Tell this girl how pretty she is (she'll laugh and call you crazy) and ask about her dreams. She'll tell you of her stock and sell you any dream you ask for—daydreams and pipe dreams, dreams of love, dreams of adventure, dreams of loved ones lost and loved ones found and people you've never met but wish you had. She'll show you dreams of lush and perfect islands, dreams where fishes fly through the air, and dreams where people swim the seas with fishes' tails. She'll pull down dreams that last a second but linger a lifetime, dreams that fill a month of stormy nights, dreams that fade on waking and dreams that drown out memories. If you let her, she'll talk of dreams until you drift off, and she'll bottle up your dream while you doze.
But if you're smart (I know you are) you'll step to the counter with a clear glass bottle, empty of everything but air, and ask for her story instead. She'd distill it in a dream for you, and be glad to do it—I once saw her whip it up in half a minute, and I'll bet she's even faster now. Buy the dream, but don't drink it right away. You won't be ready for it. Linger in the shop a while. Hear the story first from Alessia Day's lips, in that voice of hers that's sweeter than singing.

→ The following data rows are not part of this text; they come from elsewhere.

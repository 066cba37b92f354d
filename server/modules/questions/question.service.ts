import type { EntityManager } from 'typeorm';
import type { z } from 'zod';
import type { Deps } from '@server/deps';
import type { PersonRef } from '@shared/schemas/notification-views';
import type { askQuestionSchema, replySchema } from '@shared/schemas/question.schema';
import { errors } from '../../lib/app-error';
import { currentMentorsOf } from '../mentorship';
import type { Tank } from '../tanks';
import { mentionsOf } from './question-people';
import { takeSnapshot } from './question-snapshot';
import { Question, QuestionReply } from './question.entity';

type QuestionDeps = Pick<Deps, 'notify' | 'tankChanges'>;

interface Author {
  id: string;
  displayName: string;
}

const TITLE_QUOTE_MAX = 80;
const quote = (title: string) =>
  `“${title.length > TITLE_QUOTE_MAX ? `${title.slice(0, TITLE_QUOTE_MAX - 1)}…` : title}”`;
const linkTo = (q: Question) => `/questions/${q.id}`;
const subjectOf = (q: Question) => ({ type: 'Question', id: q.id });

/** Mentions go to people not already told about this message some other way, so nobody gets two for one. */
async function notifyMentions(
  tx: EntityManager,
  { notify }: QuestionDeps,
  q: Question,
  author: Author,
  text: string,
  pickedIds: readonly string[],
  alreadyTold: readonly string[],
): Promise<PersonRef[]> {
  const mentioned = await mentionsOf(tx, q, text, pickedIds, author.id);
  const toTell = mentioned.filter((p) => !alreadyTold.includes(p.userId));
  await notify(tx, {
    userIds: toTell.map((p) => p.userId),
    clubId: q.clubId,
    kind: 'mention',
    title: `${author.displayName} mentioned you on ${quote(q.title)}`,
    body: text,
    link: linkTo(q),
    subject: subjectOf(q),
  });
  return mentioned;
}

/** Whoever watches the tank sees its questions change (the desk counts unanswered ones). */
async function announce(tx: EntityManager, deps: QuestionDeps, q: Question): Promise<void> {
  await deps.tankChanges.publish(tx, q.tankId, 'question');
}

/** A keeper asks about one of their tests or observations; their current mentors hear of it. */
export async function askQuestion(
  tx: EntityManager,
  deps: QuestionDeps,
  tank: Tank,
  input: z.output<typeof askQuestionSchema>,
  asker: Author,
  now = new Date(),
) {
  if (tank.ownerId !== asker.id)
    throw errors.forbidden('Only the keeper of this tank can ask about its readings.');
  const snapshot = await takeSnapshot(
    tx,
    tank,
    { waterTestId: input.waterTestId, eventId: input.eventId },
    now,
  );
  const question = await tx.save(
    tx.create(Question, {
      clubId: tank.clubId,
      tankId: tank.id,
      askerId: asker.id,
      waterTestId: input.waterTestId ?? null,
      eventId: input.eventId ?? null,
      title: input.title,
      body: input.body,
      status: 'open',
      snapshot,
      answeredAt: null,
    }),
  );
  const mentors = await currentMentorsOf(tx, tank.clubId, asker.id);
  await deps.notify(tx, {
    userIds: mentors,
    clubId: tank.clubId,
    kind: 'question.asked',
    title: `${asker.displayName} asked ${quote(question.title)}`,
    body: input.body,
    link: linkTo(question),
    subject: subjectOf(question),
  });
  const mentioned = await notifyMentions(
    tx,
    deps,
    question,
    asker,
    `${input.title}\n${input.body}`,
    input.mentionIds,
    mentors,
  );
  await announce(tx, deps, question);
  return { question, mentioned };
}

/**
 * A message in the thread. A reply by someone else tells the asker; the asker's own follow-up tells their current
 * mentors and reopens a question they had marked answered.
 */
export async function addReply(
  tx: EntityManager,
  deps: QuestionDeps,
  question: Question,
  input: z.output<typeof replySchema>,
  author: Author,
) {
  const reply = await tx.save(
    tx.create(QuestionReply, { questionId: question.id, authorId: author.id, body: input.body }),
  );
  const byAsker = author.id === question.askerId;
  let told: string[];
  if (byAsker) {
    told = (await currentMentorsOf(tx, question.clubId, question.askerId)).filter((id) => id !== author.id);
    await deps.notify(tx, {
      userIds: told,
      clubId: question.clubId,
      kind: 'question.asked',
      title: `${author.displayName} added to ${quote(question.title)}`,
      body: input.body,
      link: linkTo(question),
      subject: subjectOf(question),
    });
    if (question.status === 'answered')
      await tx.update(Question, { id: question.id }, { status: 'open', answeredAt: null });
  } else {
    told = [question.askerId];
    await deps.notify(tx, {
      userIds: told,
      clubId: question.clubId,
      kind: 'question.answered',
      title: `${author.displayName} answered ${quote(question.title)}`,
      body: input.body,
      link: linkTo(question),
      subject: subjectOf(question),
    });
  }
  const mentioned = await notifyMentions(tx, deps, question, author, input.body, input.mentionIds, told);
  await announce(tx, deps, question);
  return { reply, mentioned };
}

/** The asker says the thread answered them, or reopens it. */
export async function setAnswered(
  tx: EntityManager,
  deps: QuestionDeps,
  question: Question,
  answered: boolean,
  now = new Date(),
): Promise<void> {
  await tx.update(
    Question,
    { id: question.id },
    answered
      ? { status: 'answered', answeredAt: question.answeredAt ?? now }
      : { status: 'open', answeredAt: null },
  );
  await announce(tx, deps, question);
}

You won't believe half of it, but when you stagger from the shop and wander the empty, starlit streets, you'll ponder over passages until you stumble into bed at sunrise. And when you wake, the world will be different—you'll see tiny footprints on the windowsills, know things about the shadows on the walls, tip your hat to creatures in the corner of your eye, and realize there is another color no one else can see. You'll laugh and call it your imagination, but every second Tuesday, you'll start to wonder if the old woman was right, if the things she told you were true.
If you drink the dream she made, you'll know. I'll understand if you don't—some things are easier not to know. But if you do, and dream through her story, come to my house and ring the bell. My man will let you in—he'll know you by the wonder on your face. He'll bring you to my study, set you in my oldest, softest chair, and get us both settled with a steaming pot of tea. Then, once you've finished babbling, I'll close my eyes and tell you my part in the tale.